● **THE TASK**:
Nothing other than an exact copy of the records should be returned.

● **RECORDS FOR THIS TASK**:
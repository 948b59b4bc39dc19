"""The report: what it says, and that it is one safe and self-contained page."""

from __future__ import annotations

import re
import sys
from dataclasses import replace
from html.parser import HTMLParser

import pytest
from tests.unit import paper_examples as examples

from lineproof.paper import answer, html_table
from lineproof.paper.book import Number
from lineproof.paper.exhibits import figure_files
from lineproof.paper.report import write_report

NAN = float("nan")
SVG = b'<svg xmlns="x" viewBox="0 0 400 200" version="1.1"><g id="a"/></svg>'


class Page(HTMLParser):
    """Tags, ids, link targets and numbers with an address."""

    def __init__(self, text: str) -> None:
        super().__init__()
        self.tags: list[str] = []
        self.ids: list[str] = []
        self.links: list[str] = []
        self.labels: list[str] = []
        self.feed(text)

    def handle_starttag(self, tag: str, attributes: list[tuple[str, str | None]]) -> None:
        given = {key: value or "" for key, value in attributes}
        self.tags.append(tag)
        self.ids += [given["id"]] if "id" in given else []
        self.links += [given["href"]] if "href" in given else []
        self.labels += given.get("aria-labelledby", "").split()


def report_of(context: examples.Context) -> str:
    return write_report(context, dict.fromkeys(figure_files(context.facts), SVG))


@pytest.fixture(params=[examples.usual, examples.hostile], ids=lambda make: make.__name__)
def page(request: pytest.FixtureRequest) -> str:
    return report_of(request.param())


def number(estimate: float, p: float, status: str = "ok") -> Number:
    """A number with an estimate and a p value; the rest is out of play."""
    reason = "" if status == "ok" else "too few"
    return Number(
        "a", estimate, NAN, NAN, NAN, NAN, p, NAN, NAN, NAN, n_periods=9, n_assets=3,
        status=status, reason=reason,
    )  # fmt: skip


@pytest.mark.parametrize(
    ("slope", "slope_p", "difference", "difference_p", "words"),
    [
        (0.006, 0.01, 0.001, 0.40, answer.PRICED),
        (0.006, 0.01, -0.003, 0.01, answer.PRICED_BELOW),
        (0.009, 0.01, 0.003, 0.01, answer.PRICED_ABOVE),
        (0.001, 0.60, -0.005, 0.01, answer.UNPRICED),
        (0.001, 0.60, 0.005, 0.01, answer.UNPRICED_ABOVE),
        (0.003, 0.20, -0.002, 0.30, answer.UNDECIDED),
        (-0.006, 0.01, -0.011, 0.01, answer.WRONG_SIGN),
        (-0.006, 0.01, 0.001, 0.80, answer.WRONG_SIGN),
        (0.006, 0.05, 0.001, 0.40, answer.UNDECIDED),  # at the level itself nothing is rejected
    ],
)
def test_words_follow_the_numbers(
    slope: float, slope_p: float, difference: float, difference_p: float, words: str
) -> None:
    found = answer.reading(number(slope, slope_p), number(difference, difference_p), level=0.05)
    assert found == words


def test_sentences_print_the_estimates_they_name() -> None:
    context = examples.usual()
    period = context.main_period
    text = html_table.phrase(answer.of_period(context, period))
    address = "ten/full/market_line/ols/all/slope_minus_market/errors_in_variables"
    found = context.book.at(address)
    shown = f"{100 * found.estimate:.2f}".replace("-", "−")
    assert f'<span class="n" title="{address}">{shown}</span>' in text
    assert f'title="{address}" data-column="se">{100 * found.se:.2f}</span>' in text
    assert "corrected for estimated betas (Shanken 1992)" in text
    joint = context.book.at("ten/full/joint_alpha/f/all/alpha/-")
    assert ("is rejected" in text) == (joint.p < 0.05)


def test_undefined_tests_are_said_in_words() -> None:
    context = examples.usual()
    period = next(each for each in context.periods if each.name == "short")
    assert "The joint test is not defined: " in html_table.phrase(answer.of_period(context, period))


def test_level_of_the_study_is_the_level_of_the_words() -> None:
    context = examples.usual()
    p = context.book.at("ten/full/joint_alpha/f/all/alpha/-").p
    for level in (p * 0.99, min(p * 1.01, 0.49)):
        other = replace(context, facts={**context.facts, "level": level})
        text = html_table.phrase(answer.of_period(other, other.main_period))
        assert ("is rejected" in text) == (p < level)


def test_a_study_without_pricing_tests_still_reports() -> None:
    context = examples.study(
        {"ten": (examples.ranked_facts(), examples.groups(4))},
        [examples.subperiod("full", "1990-01", "1999-12")],
        analyses=["describe"],
    )
    assert "The market line is not reported." in report_of(context)


def test_one_self_contained_page(page: str) -> None:
    found = Page(page)
    assert "default-src 'none'" in page
    assert {"script", "link", "img", "iframe", "object"} & set(found.tags) == set()
    assert not re.search(r"https?://|@import|url\((?!#)", page)


def test_ids_are_unique_and_every_link_arrives(page: str) -> None:
    found = Page(page)
    assert len(found.ids) == len(set(found.ids))
    inside = {link for link in found.links if link.startswith("#")}
    assert {link.removeprefix("#") for link in inside} <= set(found.ids)
    assert set(found.links) - inside == {
        "data_report.html"
    }  # beside the report, written by the same run
    assert set(found.labels) <= set(found.ids)


def test_cautions() -> None:
    usual, hostile = report_of(examples.usual()), report_of(examples.hostile())
    assert "The market is invented" in usual
    assert "The market is invented" not in hostile
    assert usual.count("no investment advice") == hostile.count("no investment advice") == 1


def test_the_intake_in_short_and_where_the_rest_is() -> None:
    usual = examples.usual()
    section = report_of(usual).split('<section id="data"')[1]
    row = (
        r'<tr><th scope="row">a return below −100 %</th><td class="count">15</td><td>set aside</td>'
    )
    assert re.search(row + r'<td class="count"><span [^>]*>720</span></td></tr>', section)
    assert '<a href="#figure-coverage">Figure 5</a>' in section
    assert "No security ever leaves" not in section
    survivors = {"number": 26, "label": "no security ever leaves", "answer": "flag", "n": 1}
    intake = {**examples.INTAKE, "faults": [survivors], "span": ["The study begins there & ends"]}
    sorts = {"ten": (examples.ranked_facts(), examples.groups(4))}
    context = examples.study(
        sorts, [examples.subperiod("full", "1990-01", "1999-12")], intake=intake
    )
    section = report_of(context).split('<section id="data"')[1]
    assert "<b>No security ever leaves: " in section
    assert "The study begins there &amp; ends." in section


@pytest.mark.fault(38)
def test_hostile_titles_are_escaped() -> None:
    page = report_of(examples.hostile())
    assert "<title>&lt;script&gt;alert(1); &amp; R&amp;D_50%</title>" in page


def test_no_number_prints_as_nan(page: str) -> None:
    words = re.sub(r"<style>.*?</style>|<[^>]*>", " ", page, flags=re.DOTALL)
    assert not re.search(r"\bnan\b|\bNone\b|−0\.00\b|\binf\b", words)


def test_same_bytes_whatever_the_order_of_hashes() -> None:
    code = (
        "import hashlib, sys\n"
        f"sys.path[:0] = {sys.path!r}\n"
        "from tests.unit import paper_examples as examples\n"
        "from lineproof.paper.exhibits import figure_files\n"
        "from lineproof.paper.report import write_report\n"
        "from lineproof.paper.tables import write_tables\n"
        "context = examples.usual()\n"
        f"figures = dict.fromkeys(figure_files(context.facts), {SVG!r})\n"
        "text = write_report(context, figures) + ''.join(write_tables(context).values())\n"
        "print(hashlib.sha256(text.encode()).hexdigest())"
    )
    assert len(examples.printed_under_hash_seeds(code)) == 1


def test_missing_figure_is_an_error() -> None:
    with pytest.raises(KeyError, match="market_lines"):
        write_report(examples.usual(), {})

● **EXPECTED ANSWER**:
repository 948b59b4bc39dc19
"""The report: what it says, and that it is one safe and self-contained page."""

from __future__ import annotations

import re
import sys
from dataclasses import replace
from html.parser import HTMLParser

import pytest
from tests.unit import paper_examples as examples

from lineproof.paper import answer, html_table
from lineproof.paper.book import Number
from lineproof.paper.exhibits import figure_files
from lineproof.paper.report import write_report

NAN = float("nan")
SVG = b'<svg xmlns="x" viewBox="0 0 400 200" version="1.1"><g id="a"/></svg>'


class Page(HTMLParser):
    """Tags, ids, link targets and numbers with an address."""

    def __init__(self, text: str) -> None:
        super().__init__()
        self.tags: list[str] = []
        self.ids: list[str] = []
        self.links: list[str] = []
        self.labels: list[str] = []
        self.feed(text)

    def handle_starttag(self, tag: str, attributes: list[tuple[str, str | None]]) -> None:
        given = {key: value or "" for key, value in attributes}
        self.tags.append(tag)
        self.ids += [given["id"]] if "id" in given else []
        self.links += [given["href"]] if "href" in given else []
        self.labels += given.get("aria-labelledby", "").split()


def report_of(context: examples.Context) -> str:
    return write_report(context, dict.fromkeys(figure_files(context.facts), SVG))


@pytest.fixture(params=[examples.usual, examples.hostile], ids=lambda make: make.__name__)
def page(request: pytest.FixtureRequest) -> str:
    return report_of(request.param())


def number(estimate: float, p: float, status: str = "ok") -> Number:
    """A number with an estimate and a p value; the rest is out of play."""
    reason = "" if status == "ok" else "too few"
    return Number(
        "a", estimate, NAN, NAN, NAN, NAN, p, NAN, NAN, NAN, n_periods=9, n_assets=3,
        status=status, reason=reason,
    )  # fmt: skip


@pytest.mark.parametrize(
    ("slope", "slope_p", "difference", "difference_p", "words"),
    [
        (0.006, 0.01, 0.001, 0.40, answer.PRICED),
        (0.006, 0.01, -0.003, 0.01, answer.PRICED_BELOW),
        (0.009, 0.01, 0.003, 0.01, answer.PRICED_ABOVE),
        (0.001, 0.60, -0.005, 0.01, answer.UNPRICED),
        (0.001, 0.60, 0.005, 0.01, answer.UNPRICED_ABOVE),
        (0.003, 0.20, -0.002, 0.30, answer.UNDECIDED),
        (-0.006, 0.01, -0.011, 0.01, answer.WRONG_SIGN),
        (-0.006, 0.01, 0.001, 0.80, answer.WRONG_SIGN),
        (0.006, 0.05, 0.001, 0.40, answer.UNDECIDED),  # at the level itself nothing is rejected
    ],
)
def test_words_follow_the_numbers(
    slope: float, slope_p: float, difference: float, difference_p: float, words: str
) -> None:
    found = answer.reading(number(slope, slope_p), number(difference, difference_p), level=0.05)
    assert found == words


def test_sentences_print_the_estimates_they_name() -> None:
    context = examples.usual()
    period = context.main_period
    text = html_table.phrase(answer.of_period(context, period))
    address = "ten/full/market_line/ols/all/slope_minus_market/errors_in_variables"
    found = context.book.at(address)
    shown = f"{100 * found.estimate:.2f}".replace("-", "−")
    assert f'<span class="n" title="{address}">{shown}</span>' in text
    assert f'title="{address}" data-column="se">{100 * found.se:.2f}</span>' in text
    assert "corrected for estimated betas (Shanken 1992)" in text
    joint = context.book.at("ten/full/joint_alpha/f/all/alpha/-")
    assert ("is rejected" in text) == (joint.p < 0.05)


def test_undefined_tests_are_said_in_words() -> None:
    context = examples.usual()
    period = next(each for each in context.periods if each.name == "short")
    assert "The joint test is not defined: " in html_table.phrase(answer.of_period(context, period))


def test_level_of_the_study_is_the_level_of_the_words() -> None:
    context = examples.usual()
    p = context.book.at("ten/full/joint_alpha/f/all/alpha/-").p
    for level in (p * 0.99, min(p * 1.01, 0.49)):
        other = replace(context, facts={**context.facts, "level": level})
        text = html_table.phrase(answer.of_period(other, other.main_period))
        assert ("is rejected" in text) == (p < level)


def test_a_study_without_pricing_tests_still_reports() -> None:
    context = examples.study(
        {"ten": (examples.ranked_facts(), examples.groups(4))},
        [examples.subperiod("full", "1990-01", "1999-12")],
        analyses=["describe"],
    )
    assert "The market line is not reported." in report_of(context)


def test_one_self_contained_page(page: str) -> None:
    found = Page(page)
    assert "default-src 'none'" in page
    assert {"script", "link", "img", "iframe", "object"} & set(found.tags) == set()
    assert not re.search(r"https?://|@import|url\((?!#)", page)


def test_ids_are_unique_and_every_link_arrives(page: str) -> None:
    found = Page(page)
    assert len(found.ids) == len(set(found.ids))
    inside = {link for link in found.links if link.startswith("#")}
    assert {link.removeprefix("#") for link in inside} <= set(found.ids)
    assert set(found.links) - inside == {
        "data_report.html"
    }  # beside the report, written by the same run
    assert set(found.labels) <= set(found.ids)


def test_cautions() -> None:
    usual, hostile = report_of(examples.usual()), report_of(examples.hostile())
    assert "The market is invented" in usual
    assert "The market is invented" not in hostile
    assert usual.count("no investment advice") == hostile.count("no investment advice") == 1


def test_the_intake_in_short_and_where_the_rest_is() -> None:
    usual = examples.usual()
    section = report_of(usual).split('<section id="data"')[1]
    row = (
        r'<tr><th scope="row">a return below −100 %</th><td class="count">15</td><td>set aside</td>'
    )
    assert re.search(row + r'<td class="count"><span [^>]*>720</span></td></tr>', section)
    assert '<a href="#figure-coverage">Figure 5</a>' in section
    assert "No security ever leaves" not in section
    survivors = {"number": 26, "label": "no security ever leaves", "answer": "flag", "n": 1}
    intake = {**examples.INTAKE, "faults": [survivors], "span": ["The study begins there & ends"]}
    sorts = {"ten": (examples.ranked_facts(), examples.groups(4))}
    context = examples.study(
        sorts, [examples.subperiod("full", "1990-01", "1999-12")], intake=intake
    )
    section = report_of(context).split('<section id="data"')[1]
    assert "<b>No security ever leaves: " in section
    assert "The study begins there &amp; ends." in section


@pytest.mark.fault(38)
def test_hostile_titles_are_escaped() -> None:
    page = report_of(examples.hostile())
    assert "<title>&lt;script&gt;alert(1); &amp; R&amp;D_50%</title>" in page


def test_no_number_prints_as_nan(page: str) -> None:
    words = re.sub(r"<style>.*?</style>|<[^>]*>", " ", page, flags=re.DOTALL)
    assert not re.search(r"\bnan\b|\bNone\b|−0\.00\b|\binf\b", words)


def test_same_bytes_whatever_the_order_of_hashes() -> None:
    code = (
        "import hashlib, sys\n"
        f"sys.path[:0] = {sys.path!r}\n"
        "from tests.unit import paper_examples as examples\n"
        "from lineproof.paper.exhibits import figure_files\n"
        "from lineproof.paper.report import write_report\n"
        "from lineproof.paper.tables import write_tables\n"
        "context = examples.usual()\n"
        f"figures = dict.fromkeys(figure_files(context.facts), {SVG!r})\n"
        "text = write_report(context, figures) + ''.join(write_tables(context).values())\n"
        "print(hashlib.sha256(text.encode()).hexdigest())"
    )
    assert len(examples.printed_under_hash_seeds(code)) == 1


def test_missing_figure_is_an_error() -> None:
    with pytest.raises(KeyError, match="market_lines"):
        write_report(examples.usual(), {})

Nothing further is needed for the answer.